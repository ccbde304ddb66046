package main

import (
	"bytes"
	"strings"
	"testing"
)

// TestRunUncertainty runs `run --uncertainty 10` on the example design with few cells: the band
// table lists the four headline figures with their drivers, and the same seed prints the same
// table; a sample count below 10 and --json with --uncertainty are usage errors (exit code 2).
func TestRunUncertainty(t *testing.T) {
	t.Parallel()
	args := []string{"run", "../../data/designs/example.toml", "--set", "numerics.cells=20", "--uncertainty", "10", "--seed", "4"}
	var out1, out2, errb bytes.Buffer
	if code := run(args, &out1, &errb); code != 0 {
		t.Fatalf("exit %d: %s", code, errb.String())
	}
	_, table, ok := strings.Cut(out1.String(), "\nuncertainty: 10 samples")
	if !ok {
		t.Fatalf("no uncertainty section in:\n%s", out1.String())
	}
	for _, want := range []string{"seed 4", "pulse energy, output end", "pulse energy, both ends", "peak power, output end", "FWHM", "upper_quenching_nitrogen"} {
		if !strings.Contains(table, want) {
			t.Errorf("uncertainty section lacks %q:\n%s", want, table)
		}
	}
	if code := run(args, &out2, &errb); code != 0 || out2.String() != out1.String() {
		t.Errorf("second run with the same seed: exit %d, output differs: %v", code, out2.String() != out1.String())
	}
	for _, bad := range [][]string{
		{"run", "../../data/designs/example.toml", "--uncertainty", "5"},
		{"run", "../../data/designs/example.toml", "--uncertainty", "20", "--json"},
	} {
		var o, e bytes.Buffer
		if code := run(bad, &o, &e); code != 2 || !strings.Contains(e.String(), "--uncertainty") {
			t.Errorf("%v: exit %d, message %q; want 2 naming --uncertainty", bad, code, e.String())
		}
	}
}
= = = = = = =
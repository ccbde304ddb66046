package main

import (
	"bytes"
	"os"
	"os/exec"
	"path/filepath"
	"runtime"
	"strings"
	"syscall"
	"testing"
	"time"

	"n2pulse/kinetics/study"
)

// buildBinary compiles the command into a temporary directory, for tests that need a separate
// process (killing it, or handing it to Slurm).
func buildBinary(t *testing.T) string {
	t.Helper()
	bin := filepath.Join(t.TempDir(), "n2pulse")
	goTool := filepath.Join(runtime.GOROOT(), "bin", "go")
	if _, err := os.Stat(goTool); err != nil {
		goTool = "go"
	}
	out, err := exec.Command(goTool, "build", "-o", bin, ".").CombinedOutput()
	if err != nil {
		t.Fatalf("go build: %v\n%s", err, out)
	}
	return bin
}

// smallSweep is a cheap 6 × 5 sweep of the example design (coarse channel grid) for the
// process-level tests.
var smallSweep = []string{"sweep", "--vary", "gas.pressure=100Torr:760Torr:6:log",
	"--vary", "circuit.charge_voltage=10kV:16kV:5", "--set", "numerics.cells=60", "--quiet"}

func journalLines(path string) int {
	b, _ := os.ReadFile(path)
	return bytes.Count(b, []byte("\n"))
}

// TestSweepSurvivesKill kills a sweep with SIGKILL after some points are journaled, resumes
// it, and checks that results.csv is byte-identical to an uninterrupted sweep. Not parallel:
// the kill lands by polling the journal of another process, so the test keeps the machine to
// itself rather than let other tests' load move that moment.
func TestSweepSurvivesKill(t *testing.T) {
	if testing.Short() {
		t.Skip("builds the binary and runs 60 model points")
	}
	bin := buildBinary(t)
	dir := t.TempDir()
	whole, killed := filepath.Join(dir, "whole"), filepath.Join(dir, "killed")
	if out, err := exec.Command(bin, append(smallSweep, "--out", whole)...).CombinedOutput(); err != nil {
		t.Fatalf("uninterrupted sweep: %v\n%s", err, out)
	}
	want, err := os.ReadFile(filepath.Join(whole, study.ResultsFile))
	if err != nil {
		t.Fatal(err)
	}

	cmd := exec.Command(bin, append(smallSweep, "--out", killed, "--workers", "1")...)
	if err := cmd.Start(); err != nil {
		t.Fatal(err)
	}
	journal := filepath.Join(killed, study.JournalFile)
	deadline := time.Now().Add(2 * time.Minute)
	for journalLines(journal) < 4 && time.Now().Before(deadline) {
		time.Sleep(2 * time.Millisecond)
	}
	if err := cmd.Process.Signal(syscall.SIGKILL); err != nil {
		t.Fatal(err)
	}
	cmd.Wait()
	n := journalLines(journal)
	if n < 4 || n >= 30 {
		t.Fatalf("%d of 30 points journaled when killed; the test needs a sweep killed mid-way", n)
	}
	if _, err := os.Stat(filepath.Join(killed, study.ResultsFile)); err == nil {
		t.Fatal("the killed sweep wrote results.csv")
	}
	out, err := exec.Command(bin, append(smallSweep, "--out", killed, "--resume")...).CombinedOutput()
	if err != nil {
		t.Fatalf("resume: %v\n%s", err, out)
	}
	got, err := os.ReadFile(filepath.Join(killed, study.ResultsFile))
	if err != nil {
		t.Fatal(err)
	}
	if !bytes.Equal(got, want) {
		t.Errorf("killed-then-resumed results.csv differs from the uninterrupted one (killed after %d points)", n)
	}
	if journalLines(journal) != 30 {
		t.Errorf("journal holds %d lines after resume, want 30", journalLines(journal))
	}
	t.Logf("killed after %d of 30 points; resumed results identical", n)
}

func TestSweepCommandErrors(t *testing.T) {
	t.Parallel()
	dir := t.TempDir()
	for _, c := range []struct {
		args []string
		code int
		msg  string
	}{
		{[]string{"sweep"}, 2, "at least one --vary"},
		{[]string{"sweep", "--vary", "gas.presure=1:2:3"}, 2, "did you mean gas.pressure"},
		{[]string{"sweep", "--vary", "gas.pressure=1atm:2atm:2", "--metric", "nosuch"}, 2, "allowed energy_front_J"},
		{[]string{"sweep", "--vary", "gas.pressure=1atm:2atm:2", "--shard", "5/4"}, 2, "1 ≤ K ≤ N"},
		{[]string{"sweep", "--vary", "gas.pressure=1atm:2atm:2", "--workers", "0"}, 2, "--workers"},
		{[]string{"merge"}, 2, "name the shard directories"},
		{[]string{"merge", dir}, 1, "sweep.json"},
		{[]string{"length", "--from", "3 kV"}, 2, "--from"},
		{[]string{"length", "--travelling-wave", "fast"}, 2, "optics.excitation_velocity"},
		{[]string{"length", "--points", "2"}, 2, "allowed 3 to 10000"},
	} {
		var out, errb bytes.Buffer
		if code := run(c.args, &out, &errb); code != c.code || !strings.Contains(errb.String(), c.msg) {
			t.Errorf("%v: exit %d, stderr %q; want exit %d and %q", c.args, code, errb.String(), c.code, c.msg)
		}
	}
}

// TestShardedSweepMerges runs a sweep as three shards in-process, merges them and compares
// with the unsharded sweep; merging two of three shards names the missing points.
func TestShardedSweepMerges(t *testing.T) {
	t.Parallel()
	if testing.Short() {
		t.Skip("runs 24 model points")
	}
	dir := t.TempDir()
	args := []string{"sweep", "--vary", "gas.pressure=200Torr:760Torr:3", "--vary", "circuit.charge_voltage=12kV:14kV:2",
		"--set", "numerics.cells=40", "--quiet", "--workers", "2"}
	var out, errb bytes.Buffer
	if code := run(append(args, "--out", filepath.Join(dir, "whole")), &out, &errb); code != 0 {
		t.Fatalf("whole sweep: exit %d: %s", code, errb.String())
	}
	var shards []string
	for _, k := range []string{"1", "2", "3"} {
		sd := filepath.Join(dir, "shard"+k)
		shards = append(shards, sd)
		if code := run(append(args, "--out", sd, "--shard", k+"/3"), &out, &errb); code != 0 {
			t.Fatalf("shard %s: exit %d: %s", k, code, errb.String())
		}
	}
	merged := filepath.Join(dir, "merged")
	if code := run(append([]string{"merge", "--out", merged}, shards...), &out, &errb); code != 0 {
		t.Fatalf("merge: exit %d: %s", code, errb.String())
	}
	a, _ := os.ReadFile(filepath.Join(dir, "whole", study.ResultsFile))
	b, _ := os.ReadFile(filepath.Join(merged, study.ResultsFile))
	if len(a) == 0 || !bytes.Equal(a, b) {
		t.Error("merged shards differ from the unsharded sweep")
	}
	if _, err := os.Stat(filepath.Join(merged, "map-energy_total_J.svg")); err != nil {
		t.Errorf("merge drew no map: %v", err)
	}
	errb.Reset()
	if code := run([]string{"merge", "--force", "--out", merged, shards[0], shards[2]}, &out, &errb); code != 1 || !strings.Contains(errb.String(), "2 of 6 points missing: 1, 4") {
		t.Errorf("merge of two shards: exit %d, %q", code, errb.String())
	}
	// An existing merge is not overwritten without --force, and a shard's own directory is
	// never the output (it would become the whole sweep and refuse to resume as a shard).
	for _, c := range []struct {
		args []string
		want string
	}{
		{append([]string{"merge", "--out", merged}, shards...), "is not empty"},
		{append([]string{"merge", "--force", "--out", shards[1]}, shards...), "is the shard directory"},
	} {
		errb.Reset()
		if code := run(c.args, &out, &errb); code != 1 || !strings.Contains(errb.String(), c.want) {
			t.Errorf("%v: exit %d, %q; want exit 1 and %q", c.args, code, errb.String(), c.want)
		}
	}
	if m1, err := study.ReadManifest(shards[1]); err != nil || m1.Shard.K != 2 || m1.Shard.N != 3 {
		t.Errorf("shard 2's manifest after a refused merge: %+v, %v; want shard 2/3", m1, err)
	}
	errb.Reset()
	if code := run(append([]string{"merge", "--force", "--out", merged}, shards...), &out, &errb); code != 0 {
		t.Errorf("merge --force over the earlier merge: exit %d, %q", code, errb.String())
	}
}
= = = = = = =
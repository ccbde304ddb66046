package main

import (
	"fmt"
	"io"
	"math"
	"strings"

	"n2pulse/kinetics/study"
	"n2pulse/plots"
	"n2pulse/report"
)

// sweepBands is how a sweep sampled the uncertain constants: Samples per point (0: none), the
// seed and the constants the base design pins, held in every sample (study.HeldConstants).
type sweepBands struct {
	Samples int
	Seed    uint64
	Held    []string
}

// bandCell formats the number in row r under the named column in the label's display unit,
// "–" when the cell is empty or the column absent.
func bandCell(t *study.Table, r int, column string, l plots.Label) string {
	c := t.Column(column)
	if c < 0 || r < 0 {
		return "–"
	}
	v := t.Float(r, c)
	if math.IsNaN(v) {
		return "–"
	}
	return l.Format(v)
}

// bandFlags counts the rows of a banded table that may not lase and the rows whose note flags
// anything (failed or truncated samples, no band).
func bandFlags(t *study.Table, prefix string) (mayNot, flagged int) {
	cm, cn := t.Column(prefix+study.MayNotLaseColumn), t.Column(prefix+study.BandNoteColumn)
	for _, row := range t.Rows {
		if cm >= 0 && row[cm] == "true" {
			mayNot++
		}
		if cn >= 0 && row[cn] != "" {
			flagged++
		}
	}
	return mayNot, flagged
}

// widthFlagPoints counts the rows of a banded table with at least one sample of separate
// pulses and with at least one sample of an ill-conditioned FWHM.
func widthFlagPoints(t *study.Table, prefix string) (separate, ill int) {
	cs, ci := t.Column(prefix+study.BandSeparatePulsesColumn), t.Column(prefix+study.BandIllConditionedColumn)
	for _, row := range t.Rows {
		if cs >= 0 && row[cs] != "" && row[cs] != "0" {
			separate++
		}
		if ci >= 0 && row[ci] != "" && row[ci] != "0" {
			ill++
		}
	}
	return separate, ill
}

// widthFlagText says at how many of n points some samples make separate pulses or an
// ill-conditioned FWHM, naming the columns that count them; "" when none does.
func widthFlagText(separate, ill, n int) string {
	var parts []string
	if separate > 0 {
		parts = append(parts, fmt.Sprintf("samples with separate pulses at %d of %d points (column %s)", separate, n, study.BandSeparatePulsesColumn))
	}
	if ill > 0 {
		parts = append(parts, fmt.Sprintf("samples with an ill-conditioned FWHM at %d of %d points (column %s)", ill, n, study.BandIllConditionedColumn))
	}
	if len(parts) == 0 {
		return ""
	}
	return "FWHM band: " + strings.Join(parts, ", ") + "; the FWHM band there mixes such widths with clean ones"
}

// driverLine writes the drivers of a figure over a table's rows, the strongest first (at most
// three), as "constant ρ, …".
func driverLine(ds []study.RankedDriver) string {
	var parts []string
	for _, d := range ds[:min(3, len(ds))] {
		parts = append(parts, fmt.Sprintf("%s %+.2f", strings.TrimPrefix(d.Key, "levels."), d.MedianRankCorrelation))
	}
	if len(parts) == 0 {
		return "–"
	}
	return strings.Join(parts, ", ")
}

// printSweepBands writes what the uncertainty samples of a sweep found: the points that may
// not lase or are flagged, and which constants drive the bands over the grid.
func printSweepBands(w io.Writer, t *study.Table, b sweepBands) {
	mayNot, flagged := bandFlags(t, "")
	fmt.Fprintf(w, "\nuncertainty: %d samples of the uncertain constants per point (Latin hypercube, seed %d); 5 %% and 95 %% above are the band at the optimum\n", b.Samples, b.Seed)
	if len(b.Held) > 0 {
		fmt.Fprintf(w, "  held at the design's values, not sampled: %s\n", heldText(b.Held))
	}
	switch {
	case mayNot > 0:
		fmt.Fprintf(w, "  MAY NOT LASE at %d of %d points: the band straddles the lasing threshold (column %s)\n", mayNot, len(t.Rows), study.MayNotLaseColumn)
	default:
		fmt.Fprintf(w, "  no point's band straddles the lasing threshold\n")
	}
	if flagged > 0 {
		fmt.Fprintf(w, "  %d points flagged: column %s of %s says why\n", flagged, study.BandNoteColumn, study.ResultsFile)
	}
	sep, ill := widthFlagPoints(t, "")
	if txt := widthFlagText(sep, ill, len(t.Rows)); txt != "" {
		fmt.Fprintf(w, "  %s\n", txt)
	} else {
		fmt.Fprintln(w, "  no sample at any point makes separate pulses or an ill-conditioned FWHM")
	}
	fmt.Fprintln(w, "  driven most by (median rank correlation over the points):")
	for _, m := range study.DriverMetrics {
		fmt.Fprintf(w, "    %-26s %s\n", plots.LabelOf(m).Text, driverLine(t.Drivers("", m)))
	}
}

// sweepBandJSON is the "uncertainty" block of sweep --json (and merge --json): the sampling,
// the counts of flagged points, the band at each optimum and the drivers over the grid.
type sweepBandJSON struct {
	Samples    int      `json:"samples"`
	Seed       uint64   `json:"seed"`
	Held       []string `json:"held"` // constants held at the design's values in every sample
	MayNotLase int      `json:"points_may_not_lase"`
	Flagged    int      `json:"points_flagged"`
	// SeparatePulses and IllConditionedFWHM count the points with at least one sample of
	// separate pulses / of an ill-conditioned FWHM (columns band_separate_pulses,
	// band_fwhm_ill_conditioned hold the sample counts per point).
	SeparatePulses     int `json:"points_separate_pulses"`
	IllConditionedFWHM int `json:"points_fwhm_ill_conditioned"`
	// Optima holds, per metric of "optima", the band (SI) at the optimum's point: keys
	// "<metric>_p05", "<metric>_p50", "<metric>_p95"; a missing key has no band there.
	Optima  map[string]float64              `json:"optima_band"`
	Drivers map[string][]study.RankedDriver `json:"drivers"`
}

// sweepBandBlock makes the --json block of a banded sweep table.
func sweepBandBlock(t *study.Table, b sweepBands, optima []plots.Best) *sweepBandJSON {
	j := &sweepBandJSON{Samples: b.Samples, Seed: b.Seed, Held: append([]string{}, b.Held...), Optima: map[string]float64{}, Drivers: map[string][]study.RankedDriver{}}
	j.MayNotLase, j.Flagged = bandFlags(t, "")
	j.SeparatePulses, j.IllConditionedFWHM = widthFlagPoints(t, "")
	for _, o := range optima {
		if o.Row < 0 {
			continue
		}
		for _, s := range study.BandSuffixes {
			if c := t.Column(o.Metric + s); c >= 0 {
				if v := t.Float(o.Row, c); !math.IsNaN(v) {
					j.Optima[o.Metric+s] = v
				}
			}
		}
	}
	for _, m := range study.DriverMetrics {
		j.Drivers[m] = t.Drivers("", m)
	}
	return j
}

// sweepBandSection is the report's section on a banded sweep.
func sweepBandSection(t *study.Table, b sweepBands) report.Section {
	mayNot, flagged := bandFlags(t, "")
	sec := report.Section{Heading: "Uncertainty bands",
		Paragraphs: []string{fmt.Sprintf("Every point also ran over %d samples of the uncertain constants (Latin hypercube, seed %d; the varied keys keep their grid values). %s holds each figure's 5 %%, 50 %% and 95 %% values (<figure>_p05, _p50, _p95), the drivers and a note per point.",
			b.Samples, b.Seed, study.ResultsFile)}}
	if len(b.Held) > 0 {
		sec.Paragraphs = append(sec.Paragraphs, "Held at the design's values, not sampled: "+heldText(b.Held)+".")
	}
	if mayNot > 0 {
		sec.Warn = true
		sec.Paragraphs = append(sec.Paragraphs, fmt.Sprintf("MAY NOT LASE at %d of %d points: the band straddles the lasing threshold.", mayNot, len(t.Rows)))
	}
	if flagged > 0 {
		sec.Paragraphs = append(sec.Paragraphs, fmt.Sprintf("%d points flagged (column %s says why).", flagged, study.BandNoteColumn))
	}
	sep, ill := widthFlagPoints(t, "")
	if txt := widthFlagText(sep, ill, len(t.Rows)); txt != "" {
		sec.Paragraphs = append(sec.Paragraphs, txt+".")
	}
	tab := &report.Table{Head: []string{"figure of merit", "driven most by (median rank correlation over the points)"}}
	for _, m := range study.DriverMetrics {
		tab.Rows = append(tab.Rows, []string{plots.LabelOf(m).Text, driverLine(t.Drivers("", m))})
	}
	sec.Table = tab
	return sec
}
= = = = = = =
» **WORK TO BE COMPLETED**
The lines to return are those in the records above that hold the word "none".

» **TASK ANSWER**
// sweepBands is how a sweep sampled the uncertain constants: Samples per point (0: none), the
// ill-conditioned FWHM, naming the columns that count them; "" when none does.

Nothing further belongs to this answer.